Green Mountain Grills currently offer all their domestic/residential pellet grills/smokers for under $500, and under $1,000. Therefore, its Traeger pellet grills under those price points which I’ll compare GMG pellet grills against.

Hence, below I won’t be discussing the Traeger Ironwood and Timberline range of pellet grills as they fit in the under $2,000 category.

        Traeger Tailgater vs GMG Trek/Davy Crockett

        So the first two pellet grills I’m going to discuss and compare are the Traeger Tailgater and the GMG Trek (formally the Davy Crocket). These are both small/portable pellet grills designed for tailgating, but also for camping/RV trips.

        With regards to price, both of these portable pellet grills come in under $500, however, the GMG Trek is notably cheaper than the Traeger Tailgater.

        Traeger Tailgater

        Traeger Tailgater Pellet Grill/Smoker

        GMG Trek

        GMG Trek Pellet Grill/Smoker
        • Total Cooking Area = 219 sq.in
        • Weight = 63 lbs
        • Pellet Hopper Capacity = 9 lbs
        • Temperature Range = 150 to 550 degrees
        • Typical Price = $344 to $399
        • Availability = BBQGuys.comAmazon.com & Walmart.com

        The Tailgater is not Traegers cheapest portable pellet grill, the Scout and Ranger are more affordable units.

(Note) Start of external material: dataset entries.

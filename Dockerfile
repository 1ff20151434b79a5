# An image for running heathours shards and merges on a cluster (README: "running on a cluster").
# Node 20 on Debian, the repository, its npm dependencies; no browser (the tests are not run here).
FROM node:20-bookworm-slim
WORKDIR /opt/heathours
COPY package.json package-lock.json ./
RUN npm ci --no-audit --no-fund
COPY . .
ENV ASTRO_TELEMETRY_DISABLED=1
ENTRYPOINT []
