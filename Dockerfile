# An image for running heathours shards and merges on a cluster (README: "running on a cluster").
# Node 20 on Debian, the repository, its npm dependencies; no browser (the tests are not run here).
FROM node:20-bookworm-slim
WORKDIR /opt/heathours
# Dependencies first (a layer kept while only the sources change), then the sources and the
# compile step that `npm ci` would run through `prepare` (the command runs compiled JavaScript).
COPY package.json package-lock.json ./
RUN npm ci --no-audit --no-fund --ignore-scripts
COPY . .
RUN npm run compile
ENV ASTRO_TELEMETRY_DISABLED=1
ENTRYPOINT []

However, they offer a much smaller cooking area over the Tailgater and are tabletop units.

        With regards to the cooking area, the Tailgater provides 300 square inches. So how does the GMG Trek Compare? Well, the Trek provides a smaller area of 219 square inches.

        What about pellet hopper size? Well, the Traeger Tailgater provides an 8lb hopper, and the GMG Trek comes with a slightly larger 9lb hopper.

        At this point, the two pellet grills seem reasonably equal, and the $100 premium on the Traeger may be justified by the additional 81 square inches in the cooking area.

        However, how do the control panels/maximum cooking temperatures compare? Are both pellet grills equal when it comes to temperature control? Nope

        Green Mountain Grills Trek Pellet Grill/Smoker
        The Green Mountain Grill Trek was primarily designed to be used as a portable pellet grill/smoker: Image – BBQGuys.com

        Traeger Tailgater does now feature the Digitial Arc Controller, which provides more precise temperature control within a 10-degree range compared to the previous generation Traeger Pro Controller.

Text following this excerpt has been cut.